Task statement
Would you restate the entries below word for word, starting at the first line and ending with the one that has "as the LSO with"?

Excerpted data
··········
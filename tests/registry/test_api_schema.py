"""schemathesis against the generated OpenAPI schema, in-process: every operation, called
as the LSO with generated input, must never answer 5xx and must answer as documented.

Two checks are left out, for reasons the schema cannot express:
- positive_data_acceptance: a string with units ("5 mW") is only checkable by pint, and
  cross-field rules (a pulse shorter than its period) and workflow states refuse input
  that matches the schema;
- negative_data_rejection: django-filter ignores an empty query parameter that an enum in
  the schema forbids (accepted by design).
"""
from __future__ import annotations

from collections.abc import Iterator

import pytest
import schemathesis
from django.core.cache import cache
from django.core.signals import request_finished, request_started
from django.db import close_old_connections
from hypothesis import HealthCheck, settings
from rest_framework.authtoken.models import Token

from registry.wsgi import application
from tests.registry.api_world import build_world

schema = schemathesis.openapi.from_wsgi("/api/v1/schema/?format=json", application)


@pytest.fixture(autouse=True)
def keep_the_test_connection() -> Iterator[None]:
    # In-process WSGI calls fire request_started/finished, whose close_old_connections
    # would close the test's open transaction on PostgreSQL (django.test.Client
    # disconnects them in the same way).
    request_started.disconnect(close_old_connections)
    request_finished.disconnect(close_old_connections)
    yield
    request_started.connect(close_old_connections)
    request_finished.connect(close_old_connections)


@pytest.fixture
def lso_token(db: None) -> str:
    cache.clear()
    world = build_world()
    return Token.objects.create(user=world.lso.user).key


@pytest.mark.filterwarnings("ignore::DeprecationWarning")
@schema.parametrize()
@settings(max_examples=12, deadline=None,
          suppress_health_check=[HealthCheck.function_scoped_fixture, HealthCheck.too_slow,
                                 HealthCheck.filter_too_much])
def test_every_operation_answers_as_documented_and_never_5xx(case: schemathesis.Case, lso_token: str) -> None:
    case.call_and_validate(
        headers={"Authorization": f"Token {lso_token}"},
        excluded_checks=[schemathesis.checks.positive_data_acceptance, schemathesis.checks.negative_data_rejection],
    )


def _number_properties(node: object, where: str = "") -> Iterator[tuple[str, dict[str, object]]]:
    """Every property of the schema whose value may be a JSON number, with its path."""
    if isinstance(node, dict):
        properties = node.get("properties")
        if isinstance(properties, dict):
            for name, prop in properties.items():
                branches = prop.get("oneOf", prop.get("anyOf", [prop]))
                if any(isinstance(branch, dict) and branch.get("type") == "number" for branch in branches):
                    yield f"{where}.{name}", prop
        for key, value in node.items():
            yield from _number_properties(value, f"{where}.{key}")
    elif isinstance(node, list):
        for index, value in enumerate(node):
            yield from _number_properties(value, f"{where}[{index}]")


def test_every_number_in_the_schema_states_its_unit() -> None:
    """Issue 5: every field documents its unit (x-unit and the description), or says it has none."""
    document = schema.raw_schema
    checked = 0
    for where, prop in _number_properties(document):
        checked += 1
        description = str(prop.get("description", ""))
        unit = prop.get("x-unit")
        if not unit:
            assert "dimensionless" in description, f"{where} states no unit"
        else:
            assert unit.replace("**2", "\u00b2") in description or unit in description, \
                f"{where}: x-unit {unit} not in its description"
    assert checked > 40
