"""manage.py render_audit_packs, through call_command."""
from __future__ import annotations

import datetime
import io
from io import StringIO
from pathlib import Path

import pytest
from django.core.management import CommandError, call_command
from django.test import TestCase
from pypdf import PdfReader

from registry import services
from tests.registry.documents_world import DocumentsWorld, build_documents_world

SIGNED_OFF_AT = datetime.datetime(2026, 6, 10, 15, 0, tzinfo=datetime.timezone.utc)


class RenderAuditPacksTests(TestCase):
    world: DocumentsWorld

    @classmethod
    def setUpTestData(cls) -> None:
        cls.world = build_documents_world()

    @pytest.fixture(autouse=True)
    def folder(self, tmp_path: Path) -> None:
        self.output = tmp_path / "packs"

    def run_command(self, *args: str) -> tuple[str, str]:
        stdout, stderr = StringIO(), StringIO()
        call_command("render_audit_packs", "--output", str(self.output), *args, stdout=stdout, stderr=stderr)
        return stdout.getvalue(), stderr.getvalue()

    def test_it_renders_the_report_of_each_audit_signed_off_in_the_period(self) -> None:
        services.audit_sign_off(audit=self.world.audit, by=self.world.lso, at=SIGNED_OFF_AT)
        out, err = self.run_command("--closed-from", "2026-06-01", "--closed-to", "2026-06-30",
                                    "--generated-at", "2026-07-01T08:00:00+00:00")
        report = self.output / "aud-lab-1-report.pdf"
        pages = len(PdfReader(io.BytesIO(report.read_bytes())).pages)
        self.assertEqual(out, f"Rendered 1 audit report ({pages} pages) into {self.output}.\n")
        # Not a terminal: no progress bar.
        self.assertEqual(err, "")
        self.assertEqual(sorted(path.name for path in self.output.iterdir()), ["aud-lab-1-report.pdf"])
        self.assertIn("AUD-LAB-1", PdfReader(io.BytesIO(report.read_bytes())).pages[0].extract_text())

        first = report.read_bytes()
        self.run_command("--closed-from", "2026-06-01", "--closed-to", "2026-06-30",
                         "--generated-at", "2026-07-01T08:00:00+00:00")
        self.assertEqual(report.read_bytes(), first)

    def test_an_audit_signed_off_outside_the_period_is_left_out(self) -> None:
        services.audit_sign_off(audit=self.world.audit, by=self.world.lso, at=SIGNED_OFF_AT)
        out, _ = self.run_command("--closed-from", "2026-06-11", "--closed-to", "2026-06-30")
        self.assertEqual(out, f"Rendered 0 audit reports (0 pages) into {self.output}.\n")
        self.assertEqual(list(self.output.iterdir()), [])

    def test_due_renders_the_pre_audit_pack_of_each_room_due_for_audit(self) -> None:
        # lab-1 holds class 4 and 3B lasers and has never had an audit signed off: it is overdue.
        out, _ = self.run_command("--due", "--paper", "letter")
        self.assertTrue(out.startswith("Rendered 1 pre-audit pack ("))
        pack = PdfReader(io.BytesIO((self.output / "lab-1-pre-audit.pdf").read_bytes()))
        self.assertEqual(float(pack.pages[0].mediabox.width), 612.0)
        self.assertIn("Pre-audit pack", pack.pages[0].extract_text())

    def test_user_mistakes_are_command_errors(self) -> None:
        self.output.parent.mkdir(parents=True, exist_ok=True)
        a_file = self.output.parent / "not-a-folder"
        a_file.write_text("")
        cases = [
            ((), "Give either --closed-from"),
            (("--due", "--closed-from", "2026-01-01"), "Give either --closed-from"),
            (("--due", "--closed-to", "2026-01-01"), "--closed-to goes with --closed-from"),
            (("--closed-from", "2026-06-30", "--closed-to", "2026-06-01"), "is before --closed-from"),
            (("--closed-from", "2026-13-01"), "is not a date"),
            (("--due", "--generated-at", "soon"), "is not a date and time"),
            (("--due", "--within-days", "-1"), "cannot be negative"),
            (("--due", "--paper", "a3"), "invalid choice"),
        ]
        for args, message in cases:
            with self.subTest(args=args), self.assertRaisesMessage(CommandError, message):
                self.run_command(*args)
        with self.assertRaisesMessage(CommandError, "exists and is not a folder"):
            call_command("render_audit_packs", "--output", str(a_file), "--due", stdout=StringIO())
        self.assertFalse(self.output.exists())
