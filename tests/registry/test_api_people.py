"""POST /api/v1/people/ (the LSO adds a person with a role) and a laser user's view of the lasers."""
from __future__ import annotations

import datetime

from django.contrib.auth import get_user_model
from django.test import TestCase
from django.utils import timezone
from rest_framework.test import APIClient

from registry import services
from registry.models import Person, Role
from tests.registry.api_world import World, build_world


def _client(person: Person) -> APIClient:
    client = APIClient()
    client.force_authenticate(user=person.user)
    return client


class PersonCreateTests(TestCase):
    world: World

    @classmethod
    def setUpTestData(cls) -> None:
        cls.world = build_world()

    def test_the_lso_adds_a_person_whose_account_signs_in_with_the_role_given(self) -> None:
        response = _client(self.world.lso).post("/api/v1/people/", {
            "username": "nia", "first_name": "Nia", "last_name": "Orme", "email": "n.orme@campus.example",
            "password": "a long enough phrase", "role": "researcher",
            "research_group": self.world.owner.research_group_id}, format="json")
        self.assertEqual(response.status_code, 201, response.content)
        self.assertEqual(response.json()["role"], "researcher")
        self.assertNotIn("password", response.json())
        person = Person.objects.select_related("user").get(user__username="nia")
        self.assertEqual((person.role, person.research_group_id), (Role.RESEARCHER, self.world.owner.research_group_id))
        self.assertEqual(list(person.user.groups.values_list("name", flat=True)), ["Researchers"])
        self.assertIs(person.user.check_password("a long enough phrase"), True)
        self.assertEqual(person.history.first().history_user, self.world.lso.user)

    def test_a_person_added_without_a_password_cannot_sign_in_yet(self) -> None:
        response = _client(self.world.lso).post("/api/v1/people/", {"username": "nia", "role": "user"}, format="json")
        self.assertEqual(response.status_code, 201, response.content)
        self.assertIs(get_user_model().objects.get(username="nia").has_usable_password(), False)

    def test_a_weak_password_or_a_taken_username_is_refused_naming_the_field_and_nothing_is_saved(self) -> None:
        before = Person.objects.count()
        for body, field in (({"username": "nia", "role": "user", "password": "123"}, "password"),
                            ({"username": "ada", "role": "user"}, "username"),
                            ({"username": "nia", "role": "chief"}, "role")):
            with self.subTest(field=field):
                response = _client(self.world.lso).post("/api/v1/people/", body, format="json")
                self.assertEqual(response.status_code, 400)
                self.assertIn(field, response.json())
        self.assertEqual(Person.objects.count(), before)
        self.assertIs(get_user_model().objects.filter(username="nia").exists(), False)


class LaserUserScopeTests(TestCase):
    world: World

    @classmethod
    def setUpTestData(cls) -> None:
        cls.world = build_world()

    def test_a_laser_user_lists_only_the_lasers_they_are_authorized_on_with_their_figures(self) -> None:
        response = _client(self.world.user).get("/api/v1/lasers/")
        self.assertEqual(response.status_code, 200)
        lasers = response.json()["results"]
        self.assertEqual([laser["asset_tag"] for laser in lasers], ["TST-0005"])
        self.assertEqual(len(lasers[0]["emissions"][0]["hazard_results"]), 2)

    def test_an_expired_authorization_no_longer_shows_the_laser(self) -> None:
        authorization = self.world.user.authorizations.get(laser=self.world.authorized_laser)
        authorization.valid_until = timezone.localdate() - datetime.timedelta(days=1)
        authorization.save()
        response = _client(self.world.user).get(f"/api/v1/lasers/{self.world.authorized_laser.pk}/")
        self.assertEqual(response.status_code, 404)

    def test_a_revoked_authorization_no_longer_shows_the_laser(self) -> None:
        authorization = self.world.user.authorizations.get(laser=self.world.authorized_laser)
        services.authorization_revoke(authorization=authorization, by=self.world.lso, reason="Left the group.")
        self.assertEqual(_client(self.world.user).get("/api/v1/lasers/").json()["results"], [])
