"""Test-wide settings knobs, set here rather than sniffed for in the settings module."""
from __future__ import annotations

import os
from collections.abc import Iterator
from typing import Any

import pytest
from playwright.sync_api import Browser, sync_playwright
from django.db import transaction
from django.test import override_settings

from tests.registry.api_world import World, build_world

CHROMIUM = os.environ.get("CHROMIUM_PATH", "/usr/bin/chromium")
CHROMIUM_FLAGS = ["--headless", "--no-sandbox", "--disable-gpu", "--disable-quic", "--no-first-run",
                  "--disable-background-networking", "--disable-component-update", "--disable-sync"]


@pytest.fixture(autouse=True, scope="session")
def fast_password_hasher(django_test_environment: None) -> Iterator[None]:
    # The real hasher costs ~0.3 s per password; tests only need passwords to round-trip.
    # Session scope, so that it is in force for unittest setUpTestData as well.
    with override_settings(PASSWORD_HASHERS=["django.contrib.auth.hashers.MD5PasswordHasher"]):
        yield


@pytest.fixture(scope="module")
def api_world(django_db_setup: None, django_db_blocker: Any) -> Iterator[World]:
    """tests.registry.api_world's register, built once per test module (and xdist worker).

    For parametrized tests that each make a request or two: building it per test cost more
    than the tests. It is held in a transaction rolled back after the module's last test;
    each test's own transaction (the ``db`` fixture, which such tests must request) is a
    savepoint inside it, so no test sees another's writes. Its instances are shared: read
    their ids, not their fields after a write.
    """
    with django_db_blocker.unblock(), transaction.atomic():
        yield build_world()
        transaction.set_rollback(True)


@pytest.fixture(scope="module")
def browser() -> Iterator[Browser]:
    """Debian's chromium through Playwright (no browser download), one per test module.

    Playwright's sync API runs an event loop in the test thread while it is open, during which
    Django refuses ORM calls (pytest-django's teardown flush among them) unless
    DJANGO_ALLOW_ASYNC_UNSAFE is set. So it is started per module rather than through
    pytest-playwright's session-wide fixtures, and the variable is set only while it runs: it
    must not leak into the rest of the suite (test_settings runs `check --deploy`, which warns
    about it)."""
    previous = os.environ.get("DJANGO_ALLOW_ASYNC_UNSAFE")
    os.environ["DJANGO_ALLOW_ASYNC_UNSAFE"] = "true"
    try:
        with sync_playwright() as playwright:
            browser = playwright.chromium.launch(executable_path=CHROMIUM, headless=True, args=CHROMIUM_FLAGS)
            yield browser
            browser.close()
    finally:
        if previous is None:
            del os.environ["DJANGO_ALLOW_ASYNC_UNSAFE"]
        else:
            os.environ["DJANGO_ALLOW_ASYNC_UNSAFE"] = previous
··········
Task answer
filename tests/registry/test_api_schema.py
"""schemathesis against the generated OpenAPI schema, in-process: every operation, called
as the LSO with generated input, must never answer 5xx and must answer as documented.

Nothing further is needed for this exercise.